How does a NIC send a hardware interrupt? [closed]
Some context.
A few weeks ago, a NIC was replaced on a box without much troubleshooting to find a clear resolution to the problem. A senior administrator got into a small tiff with an entry-level admin concerning hardware interrupts and ethernet cards. Specifically, how they work. The entry-level admin gave a vague answer, insisted he was correct, and the matter was closed without a real conclusion.
I know, in theory, how a hardware interrupt works, but how does it specifically function when a NIC receives packets of information? What is happening on a hardware level? How would one properly diagnose whether or not physical damage has occurred in order to avoid what essentially amounted to throwing parts at a problem?
Solution 1:
I know, in theory, how a hardware interrupt works, but how does it specifically function when a NIC receives packets of information? What is happening on a hardware level?
When the NIC receives information, it checks to see if the conditions are met to trigger a hardware interrupt. This is typically done in firmware on the NIC controller. If, for example, a receive interrupt has already been sent but not yet acknowledged, there's no reason to send another.
If the NIC decides to send an interrupt, the actual mechanism depends on the NIC interface and how it's configured. The old way was to actually change the voltage on a dedicated interrupt line. This would go to the interrupt controller which would typically assert some other line that combined multiple interrupts. The OS would then ask the interrupt controller which interrupts had triggered.

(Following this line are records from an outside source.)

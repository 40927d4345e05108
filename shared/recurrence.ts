import * as rruleModule from 'rrule';
import type { Options } from 'rrule';
import { TZDate } from '@date-fns/tz';
import { z } from 'zod';
import { knownTimeZone } from './schemas/common';

// rrule ships a UMD main that Node's ESM loader exposes as a default export; Vite exposes names.
export const rrule = (
  (rruleModule as unknown as { RRule?: unknown }).RRule ? rruleModule : (rruleModule as unknown as { default: typeof rruleModule }).default
) as typeof rruleModule;

export const WEEKDAYS = ['MO', 'TU', 'WE', 'TH', 'FR', 'SA', 'SU'] as const;

/**
 * A recurring operation, as the form builds it: occurrences start at a local wall-clock time in
 * an IANA zone, by an iCalendar (RFC 5545) recurrence rule.
 */
export const RecurrenceInput = z.object({
  /** First occurrence, local wall time 'YYYY-MM-DDTHH:mm' in `timeZone`. */
  start: z.string().regex(/^\d{4}-\d{2}-\d{2}T\d{2}:\d{2}$/, 'must be a local date and time YYYY-MM-DDTHH:mm'),
  timeZone: knownTimeZone(),
  /** The rule's body, e.g. 'FREQ=WEEKLY;BYDAY=MO,WE,FR' (no DTSTART: `start` is it). */
  rule: z
    .string()
    .max(500)
    .refine(
      (r) => /^FREQ=(DAILY|WEEKLY|MONTHLY|YEARLY)(;[A-Z]+=[A-Z0-9,+-]+)*$/.test(r),
      'must be an RRULE like FREQ=WEEKLY;BYDAY=MO,WE,FR',
    )
    .superRefine((r, ctx) => {
      const problem = ruleProblem(r);
      if (problem) ctx.addIssue({ code: 'custom', message: problem });
    }),
});
export type RecurrenceInput = z.infer<typeof RecurrenceInput>;

/**
 * Limits that keep a rule cheap to expand. Operations start at most every hour, so a rule may not
 * name minutes or seconds (BYMINUTE, BYSECOND: up to 86,400 occurrences a day), and all its BY*
 * parts together list at most MAX_BY_VALUES values.
 */
export const MAX_BY_VALUES = 60;
/** The first occurrence lies within this many years of now when a rule is saved (expansion itself starts near the window). */
export const START_WITHIN_YEARS = 2;
/** Expansion stops after this many candidate dates or this much time, whatever the rule. */
export const MAX_EXPANDED = 50_000;
export const EXPAND_BUDGET_MS = 100;

export function ruleProblem(rule: string): string | null {
  const parts = rule.split(';').map((p) => p.split('='));
  let values = 0;
  for (const [name, value = ''] of parts) {
    if (name === 'BYSECOND' || name === 'BYMINUTE') return `must not use ${name}: occurrences start on the hour at most once an hour`;
    if (name.startsWith('BY')) values += value.split(',').length;
  }
  if (values > MAX_BY_VALUES) return `lists ${values} BY values: at most ${MAX_BY_VALUES}`;
  return null;
}

/** Why the first occurrence is refused (more than START_WITHIN_YEARS years from now), or null. */
export function recurrenceStartProblem(r: Pick<RecurrenceInput, 'start'>, nowMs: number): string | null {
  const [y, mo, d] = r.start.slice(0, 10).split('-').map(Number);
  const startMs = Date.UTC(y, mo - 1, d);
  const span = START_WITHIN_YEARS * 365.25 * 86_400_000;
  if (!Number.isFinite(startMs) || Math.abs(startMs - nowMs) > span) return `must be within ${START_WITHIN_YEARS} years of today`;
  return null;
}

/** The rule as one RFC 5545 text: DTSTART;TZID=...:YYYYMMDDTHHMMSS and RRULE:... */
export function recurrenceText(r: RecurrenceInput): string {
  return `DTSTART;TZID=${r.timeZone}:${r.start.replace(/[-:]/g, '')}00\nRRULE:${r.rule}`;
}

const DAY_MS = 86_400_000;

/**
 * The rule with its DTSTART moved forward by whole periods (INTERVAL × FREQ) to at least a day
 * before `beforeMs`, so expansion starts near the window instead of years before it. Every date
 * is a floating local time (UTC fields). It gives the same occurrences from `beforeMs` on because
 * each period is expanded alone (RFC 5545 3.3.10): what rrule would take from DTSTART (the day of
 * the month, the month, the weekday) is written into the rule first, the time of day stays, a
 * shift by whole weeks keeps the week start (WKST), and UNTIL still ends it. A rule with COUNT
 * counts from the first DTSTART, so it is never moved.
 */
function movedForward(options: Partial<Options>, dtstart: Date, beforeMs: number): Partial<Options> {
  const { Frequency } = rrule;
  if (options.count != null) return { ...options, dtstart };
  const interval = Math.max(1, options.interval ?? 1);
  // At least one whole period and a day before the window: a rule's times earlier in the day than
  // DTSTART (BYHOUR) and a first period cut by DTSTART then both lie before the window.
  const target = beforeMs - DAY_MS;
  const h = dtstart.getUTCHours();
  const mi = dtstart.getUTCMinutes();
  const noDayParts = options.byweekno == null && options.byyearday == null && options.bymonthday == null && options.byweekday == null;
  switch (options.freq) {
    case Frequency.DAILY:
    case Frequency.WEEKLY: {
      const periodMs = (options.freq === Frequency.DAILY ? 1 : 7) * interval * DAY_MS;
      const periods = Math.floor((target - dtstart.getTime()) / periodMs) - 1;
      return periods > 0 ? { ...options, dtstart: new Date(dtstart.getTime() + periods * periodMs) } : { ...options, dtstart };
    }
    case Frequency.MONTHLY:
    case Frequency.YEARLY: {
      const monthsPerPeriod = (options.freq === Frequency.MONTHLY ? 1 : 12) * interval;
      const t = new Date(target);
      const months = (t.getUTCFullYear() - dtstart.getUTCFullYear()) * 12 + (t.getUTCMonth() - dtstart.getUTCMonth());
      const periods = Math.floor(months / monthsPerPeriod) - 1;
      if (periods <= 0) return { ...options, dtstart };
      // rrule's defaults from DTSTART (its day of the month, and for YEARLY its month), made explicit.
      const explicit: Partial<Options> = { ...options };
      if (noDayParts) {
        explicit.bymonthday = dtstart.getUTCDate();
        if (options.freq === Frequency.YEARLY && options.bymonth == null) explicit.bymonth = dtstart.getUTCMonth() + 1;
      }
      // A YEARLY period starts on 1 January, a MONTHLY one on the 1st: the new DTSTART is that day.
      const shifted = dtstart.getUTCMonth() + periods * monthsPerPeriod;
      const month = options.freq === Frequency.YEARLY ? 0 : shifted;
      const year = options.freq === Frequency.YEARLY ? dtstart.getUTCFullYear() + Math.floor(shifted / 12) : dtstart.getUTCFullYear();
      return { ...explicit, dtstart: new Date(Date.UTC(year, month, 1, h, mi)) };
    }
    default:
      return { ...options, dtstart };
  }
}

/**
 * Occurrence start times (UTC ms) in [fromMs, toMs]. The rule is expanded in local wall-clock
 * time (rrule treating dates as floating), and each local time is placed in the zone with
 * @date-fns/tz, so 06:00 stays 06:00 across a daylight-saving change (RFC 5545 3.3.5, "local time
 * with time zone reference"). A local time that does not exist (in a spring-forward gap) moves
 * forward by the gap, as @date-fns/tz resolves it.
 */
export function expandRecurrence(r: RecurrenceInput, fromMs: number, toMs: number, max = 1000): number[] {
  const [datePart, timePart] = r.start.split('T');
  const [y, mo, d] = datePart.split('-').map(Number);
  const [h, mi] = timePart.split(':').map(Number);
  // Expand floating local times two days wider than the window on each side, then filter in UTC.
  const fromF = fromMs - 2 * DAY_MS;
  const toF = toMs + 2 * DAY_MS;
  // A rule started long ago begins its walk near the window (whole periods skipped, see movedForward).
  const rule = new rrule.RRule(movedForward(rrule.RRule.parseString(r.rule), new Date(Date.UTC(y, mo - 1, d, h, mi)), fromF));
  const out: number[] = [];
  // The guard stays for what cannot be moved (a COUNT rule started long ago) and for rules stored
  // before the limits above: rrule's `between` with an iterator callback, which stops at the first
  // false, ends after MAX_EXPANDED dates, `max` occurrences or EXPAND_BUDGET_MS, whichever comes first.
  const deadline = Date.now() + EXPAND_BUDGET_MS;
  rule.between(new Date(fromF), new Date(toF), true, (f, i) => {
    if (i >= MAX_EXPANDED || out.length >= max) return false;
    if ((i & 63) === 63 && Date.now() > deadline) return false;
    const t = new TZDate(f.getUTCFullYear(), f.getUTCMonth(), f.getUTCDate(), f.getUTCHours(), f.getUTCMinutes(), 0, r.timeZone).getTime();
    if (t >= fromMs && t <= toMs) out.push(t);
    return true;
  });
  return out;
}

The newer way is "message signaled interrupts" (MSI) where the NIC basically writes a particular word to a particular address and that causes an interrupt to be generated by some other piece of hardware, usually the bus controller. This allows a device to have more interrupts and also to target interrupts to specific processors.

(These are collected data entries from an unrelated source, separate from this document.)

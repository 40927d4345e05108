// The wave calculator's response form (shared/schemas/vessel.ts ResponseForm): the text of its
// fields to the request GET /api/wave/response takes, and errors in words on the field they concern.
// The request is then parsed by the server's own ResponseQuery, so the two must agree.
import { describe, expect, it } from 'vitest';
import { ResponseForm, ResponseQuery, type ResponseFormFields } from '../../shared/schemas/vessel';

const VESSEL = '7d1d4c1e-8a57-4c57-9d1b-2f1e0b6c9a11';
const BLANK: ResponseFormFields = {
  projectId: 'p',
  vesselId: VESSEL,
  heading: '0',
  sea: 'total',
  hs: '',
  tp: '',
  dir: '',
  windSeaHs: '',
  windSeaTp: '',
  windSeaDir: '',
  swell1Hs: '',
  swell1Tp: '',
  swell1Dir: '',
  swell2Hs: '',
  swell2Tp: '',
  swell2Dir: '',
};

const issues = (fields: Partial<ResponseFormFields>) => {
  const r = ResponseForm.safeParse({ ...BLANK, ...fields });
  return r.success ? [] : r.error.issues.map((i) => ({ path: i.path.join('.'), message: i.message }));
};

describe('the response form', () => {
  it('gives a total sea as hs, tp and dir, with a decimal comma read as a point', () => {
    const r = ResponseForm.parse({ ...BLANK, heading: '12,5', hs: '1,5', tp: '9', dir: '270' });
    expect(r).toEqual({ vesselId: VESSEL, heading: 12.5, hs: 1.5, tp: 9, dir: 270 });
    // The server's query schema reads the same request (as the query string carries it).
    expect(ResponseQuery.safeParse({ vesselId: VESSEL, heading: '12.5', hs: '1.5', tp: '9', dir: '270' }).success).toBe(true);
  });

  it('gives partitions in order, leaving out a partition left blank', () => {
    const r = ResponseForm.parse({
      ...BLANK,
      sea: 'partitions',
      windSeaHs: '1.5',
      windSeaTp: '6',
      windSeaDir: '0',
      swell2Hs: '1',
      swell2Tp: '14',
      swell2Dir: '250',
    });
    expect(r.partitions).toEqual([
      { kind: 'windSea', hs: 1.5, tp: 6, dir: 0 },
      { kind: 'swell', hs: 1, tp: 14, dir: 250 },
    ]);
    expect(r.hs).toBeUndefined();
    const q = ResponseQuery.safeParse({ vesselId: VESSEL, heading: '0', partitions: JSON.stringify(r.partitions) });
    expect(q.success).toBe(true);
  });

  it('names what is missing or out of range on its own field', () => {
    expect(issues({ hs: '2', tp: '9' })).toEqual([{ path: 'dir', message: 'Enter the direction the waves come from' }]);
    expect(issues({ hs: '2', tp: '50', dir: '0' })).toEqual([{ path: 'tp', message: 'Tp must be between 1 and 40 s' }]);
    expect(issues({ hs: 'two', tp: '9', dir: '0' })).toEqual([{ path: 'hs', message: 'Hs must be a number' }]);
    expect(issues({ heading: '361', hs: '2', tp: '9', dir: '0' })).toEqual([
      { path: 'heading', message: 'Heading must be between 0 and 360°' },
    ]);
    expect(issues({ vesselId: '', hs: '2', tp: '9', dir: '0' })).toEqual([{ path: 'vesselId', message: 'Choose a vessel' }]);
    expect(issues({ sea: 'partitions', swell1Hs: '1', swell1Dir: '90' })).toEqual([
      { path: 'swell1Tp', message: 'Enter the swell 1 Tp (or leave all three blank)' },
    ]);
    expect(issues({ sea: 'partitions' })).toEqual([{ path: 'windSeaHs', message: 'Give at least one partition' }]);
  });
});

How would one properly diagnose whether or not physical damage has occurred in order to avoid what essentially amounted to throwing parts at a problem?
It's usually difficult to do this and it's unlikely most people would have enough experience to diagnose the problem. Hardware can fail in different ways and it's often difficult to tell where in the chain the failure occurred. It's generally more efficient to just replace the most likely failed part, see if the problem goes away, and then repeat. If there's evidence of a NIC hardware problem, I'd try replacing the NIC first.